### Material shown
func TestE2ENotebooks(t *testing.T) {
	if os.Getenv("COUNTERPART_E2E") != "1" {
		t.Skip("end-to-end notebook test skipped: set COUNTERPART_E2E=1 to run it (it needs jupyter, npm and chromium: " + aptE2E + ")")
	}
	for _, tool := range []string{"go", "npm"} {
		if _, err := exec.LookPath(tool); err != nil {
			t.Fatalf("%s not found; install it: %s", tool, aptE2E)
		}
	}
	if _, err := os.Stat("/usr/bin/jupyter"); err != nil {
		if _, err := exec.LookPath("jupyter"); err != nil {
			t.Fatalf("jupyter not found; install it: %s", aptE2E)
		}
	}
	browser := ""
	for _, name := range []string{"chromium", "chromium-browser", "google-chrome"} {
		if p, err := exec.LookPath(name); err == nil {
			browser = p
			break
		}
	}
	if browser == "" {
		t.Fatalf("chromium not found; install it: %s", aptE2E)
	}

	repo, err := filepath.Abs("..")
	if err != nil {
		t.Fatal(err)
	}
	tmp := t.TempDir()
	ctx, cancel := context.WithCancel(context.Background())
	defer cancel()

	// Hermetic Jupyter data and counterpart cache; the Go module and build
	// caches are the machine's (read through, so nothing is downloaded again).
	goEnv := func(name string) string {
		out, err := exec.Command("go", "env", name).Output()
		if err != nil {
			t.Fatalf("go env %s: %v", name, err)
		}
		return strings.TrimSpace(string(out))
	}
	env := []string{
		"XDG_CACHE_HOME=" + filepath.Join(tmp, "cache"),
		"JUPYTER_DATA_DIR=" + filepath.Join(tmp, "jupyter"),
		"JUPYTER_CONFIG_DIR=" + filepath.Join(tmp, "jupyter-config"),
		"GOCACHE=" + goEnv("GOCACHE"),
		"GOMODCACHE=" + goEnv("GOMODCACHE"),
		"COUNTERPART_ECHARTS=",
		"COUNTERPART_HTML=",
	}
	env = append(os.Environ(), env...)

	// Notebooks are executed without network when a network namespace can be
	// made (root with unshare and ip, as on CI); setup may use the registries.
	offline := exec.Command("unshare", "-n", "sh", "-c", "ip link set lo up").Run() == nil
	if offline {
		t.Log("notebooks run in a network namespace with loopback only")
	} else {
		t.Log("no network namespace available (needs root, unshare and ip): notebooks run with the machine's network")
	}

	bin := filepath.Join(tmp, "counterpart")
	build := exec.CommandContext(ctx, "go", "build", "-o", bin, "./kernel/cmd/counterpart")
	build.Dir = repo
	if out, err := build.CombinedOutput(); err != nil {
		t.Fatalf("building the command: %v\n%s", err, out)
	}
	run := func(args ...string) (string, error) {
		cmd := exec.CommandContext(ctx, bin, args...)
		if args[0] == "run" && offline {
			// Only loopback exists in the namespace: notebooks must work offline.
			cmd = exec.CommandContext(ctx, "unshare", append([]string{"-n", "sh", "-c", `ip link set lo up && exec "$@"`, "sh", bin}, args...)...)
		}
		cmd.Dir = repo
		cmd.Env = env
		out, err := cmd.CombinedOutput()
		return string(out), err
	}

	t0 := time.Now()
	out, err := run("setup")
	if err != nil {
		t.Fatalf("setup failed: %v\n%s", err, out)
	}
	t.Logf("setup (fresh cache) took %s:\n%s", time.Since(t0).Round(time.Second), out)
	if !strings.Contains(out, `Jupyter lists kernel "counterpart"`) {
		t.Fatalf("setup did not confirm the kernel:\n%s", out)
	}
	t0 = time.Now()
	out, err = run("setup")
	if err != nil {
		t.Fatalf("second setup failed: %v\n%s", err, out)
	}
	if n := strings.Count(out, "] skipped"); n != 5 {
		t.Fatalf("second setup should skip all 5 steps, skipped %d:\n%s", n, out)
	}
	t.Logf("setup again (nothing to do) took %s", time.Since(t0).Round(10*time.Millisecond))

	notebooks, _ := filepath.Glob(filepath.Join(repo, "notebooks", "*.ipynb"))
	notebooks = append(notebooks, filepath.Join(repo, "kernel", "testdata", "smoke.ipynb"))
	outDir := filepath.Join(tmp, "html")
	charts := map[string]int{}
	for _, nb := range notebooks {
		name := strings.TrimSuffix(filepath.Base(nb), ".ipynb")
		page := filepath.Join(outDir, name+".html")
		t0 := time.Now()
		args := []string{"run", nb, "--html", page}
		if name == "smoke" {
			args = append(args, "--executed", filepath.Join(outDir, "smoke.ipynb"))
		}
		out, err := run(args...)
		if err != nil {
			t.Errorf("%s: run failed: %v\n%s", name, err, out)
			continue
		}
		t.Logf("%s executed and exported in %s", name, time.Since(t0).Round(100*time.Millisecond))
		charts[name] = checkPage(t, ctx, browser, tmp, name, page)
		checkOneLibrary(t, name, page, charts[name])
		if name == "tour" && os.Getenv("COUNTERPART_SCREENSHOT") != "" {
			shot, _ := filepath.Abs(os.Getenv("COUNTERPART_SCREENSHOT"))
			if _, err := chromium(ctx, browser, tmp, "--window-size=1280,2400", "--virtual-time-budget=8000", "--screenshot="+shot, "file://"+page); err != nil {
				t.Errorf("tour screenshot: %v", err)
			} else if fi, err := os.Stat(shot); err != nil || fi.Size() == 0 {
				t.Errorf("tour screenshot %s not written", shot)
			} else {
				t.Logf("tour screenshot: %s", shot)
			}
		}
	}
	if charts["smoke"] != 2 {
		t.Errorf("the smoke notebook shows 2 charts; found %d chart containers", charts["smoke"])
	}
	// The lab draws every experiment: erosion 1, extrapolation 2 and the fitted lines 1, trimming 2.
	if charts["lab"] != 6 {
		t.Errorf("the lab notebook shows 6 charts; found %d chart containers", charts["lab"])
	}
	// The lab's student copy (counterpart handout): no solution cell, no output, and it runs with no
	// failed cell, drawing the same charts.
	student := filepath.Join(tmp, "lab-student.ipynb")
	if out, err := run("handout", filepath.Join(repo, "notebooks", "lab.ipynb"), "--out", student); err != nil {
		t.Errorf("handout of the lab failed: %v\n%s", err, out)
	} else if raw, err := os.ReadFile(student); err != nil {
		t.Errorf("handout wrote no student copy: %v", err)
	} else if strings.Contains(string(raw), `"solution"`) || strings.Contains(string(raw), `"output_type"`) {
		t.Errorf("the student copy still holds a solution cell or an output")
	} else {
		page := filepath.Join(outDir, "lab-student.html")
		t0 := time.Now()
		if out, err := run("run", student, "--html", page); err != nil {
			t.Errorf("lab-student: run failed: %v\n%s", err, out)
		} else {
			t.Logf("lab-student executed and exported in %s", time.Since(t0).Round(100*time.Millisecond))
			if n := checkPage(t, ctx, browser, tmp, "lab-student", page); n != charts["lab"] {
				t.Errorf("the lab's student copy shows %d charts; the lab shows %d", n, charts["lab"])
			}
		}
	}

	// The classic Notebook UI (RequireJS loaded by the page) draws a trusted saved notebook's charts;
	// the second chart's cell holds no copy of ECharts and draws with the first one's.
	if fileExistsE2E(filepath.Join(outDir, "smoke.ipynb")) {
		checkLiveNotebook(t, ctx, browser, tmp, env, filepath.Join(outDir, "smoke.ipynb"), 2)
	}

	// A page written outside a notebook (COUNTERPART_HTML): no RequireJS there.
	echartsJS := filepath.Join(tmp, "cache", "counterpart", "echarts", kernel.EChartsVersion, "echarts.min.js")
	t.Setenv(kernel.EChartsEnv, echartsJS)
	pagePath := filepath.Join(outDir, "page.html")
	t.Setenv(kernel.HTMLPageEnv, pagePath)
	pic := tinyPNG(t)
	kernel.Show(
		widgets.Chart{Title: "Plain", Option: []byte(`{"xAxis":{"type":"category","data":["a","b"]},"yAxis":{},"series":[{"type":"bar","data":[1,2]}]}`), Fallback: pic},
		widgets.Chart{Title: `</script><img src=x onerror="document.title='pwned'">`, Option: []byte(`{"xAxis":{"type":"category","data":["</script><img src=x onerror=\"document.title='pwned'\">"]},"yAxis":{},"series":[{"type":"line","data":[3]}]}`), Fallback: pic},
		errors.New("a shown error"))
	if n := checkPage(t, ctx, browser, tmp, "page", pagePath); n != 2 {
		t.Errorf("the COUNTERPART_HTML page has 2 charts; found %d", n)
	}

	// A notebook with failing cells: run must fail, name each cell, and still write the HTML.
	page := filepath.Join(outDir, "failing.html")
	out, err = run("run", filepath.Join(repo, "kernel", "testdata", "failing.ipynb"), "--html", page)
	if err == nil {
		t.Errorf("run of failing.ipynb succeeded; want a failure:\n%s", out)
	}
	for _, want := range []string{"4 cells failed", "cell 3 (In [2])", "undefined: undefinedThing", "cell 4 (In [3])", "assignment to entry in nil map", "cell 5 (In [4])", "cannot open data.csv",
		"cell 6 (In [5])", "error panel: ", "no-such-data.csv", "6 code cells", "4 failed"} {
		if !strings.Contains(out, want) {
			t.Errorf("failing.ipynb: output lacks %q:\n%s", want, out)
		}
	}
	if strings.Contains(out, "goroutine 1 [running]") {
		t.Errorf("failing.ipynb: run printed a goroutine dump:\n%s", out)
	}
	if _, err := os.Stat(page); err != nil {
		t.Errorf("failing.ipynb: HTML not written despite the failure: %v", err)
	}
}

### Task instructions
What you return should be the lines from the beginning of the records through the one that contains "for _, tool", repeated exactly and with no additions.

### Answer area
func TestE2ENotebooks(t *testing.T) {
	if os.Getenv("COUNTERPART_E2E") != "1" {
		t.Skip("end-to-end notebook test skipped: set COUNTERPART_E2E=1 to run it (it needs jupyter, npm and chromium: " + aptE2E + ")")
	}
	for _, tool := range []string{"go", "npm"} {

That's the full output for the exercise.